## [TASK GOAL]
Every line of the entries below that carries the string "root" should be copied.

Collected data entries:
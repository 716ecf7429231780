/** Topology class of a table in a foreign-key graph. */
export type TopologyClass = 'isolated' | 'source' | 'sink' | 'intermediate';
export const TOPOLOGY_CLASSES: readonly TopologyClass[] = ['isolated', 'source', 'sink', 'intermediate'];

/**
 * `isolated` (in 0, out 0), `source` (out > 0, in 0), `sink` (in > 0, out 0), `intermediate`
 * (in > 0 and out > 0); degrees count distinct other tables.
 */
export function topologyClassOf(inDegree: number, outDegree: number): TopologyClass {
  if (inDegree === 0) return outDegree === 0 ? 'isolated' : 'source';
  return outDegree === 0 ? 'sink' : 'intermediate';
}
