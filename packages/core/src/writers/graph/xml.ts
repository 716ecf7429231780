import { XMLBuilder } from 'fast-xml-parser';

/** XML text of an element tree in fast-xml-parser's form (`@_name` attributes, arrays for repeated elements), with a declaration. */
export function xmlDocument(root: Record<string, unknown>): string {
  const builder = new XMLBuilder({ ignoreAttributes: false, attributeNamePrefix: '@_', format: true, indentBy: '  ', suppressEmptyNode: true, suppressBooleanAttributes: false });
  return builder.build({ '?xml': { '@_version': '1.0', '@_encoding': 'UTF-8' }, ...root }) as string;
}

/** An attribute value as XML text: numbers as JSON writes them, booleans as true/false. */
export const xmlValue = (v: string | number | boolean): string => (typeof v === 'string' ? v : String(v));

## [EXPECTED ANSWER]
export function xmlDocument(root: Record<string, unknown>): string {
  return builder.build({ '?xml': { '@_version': '1.0', '@_encoding': 'UTF-8' }, ...root }) as string;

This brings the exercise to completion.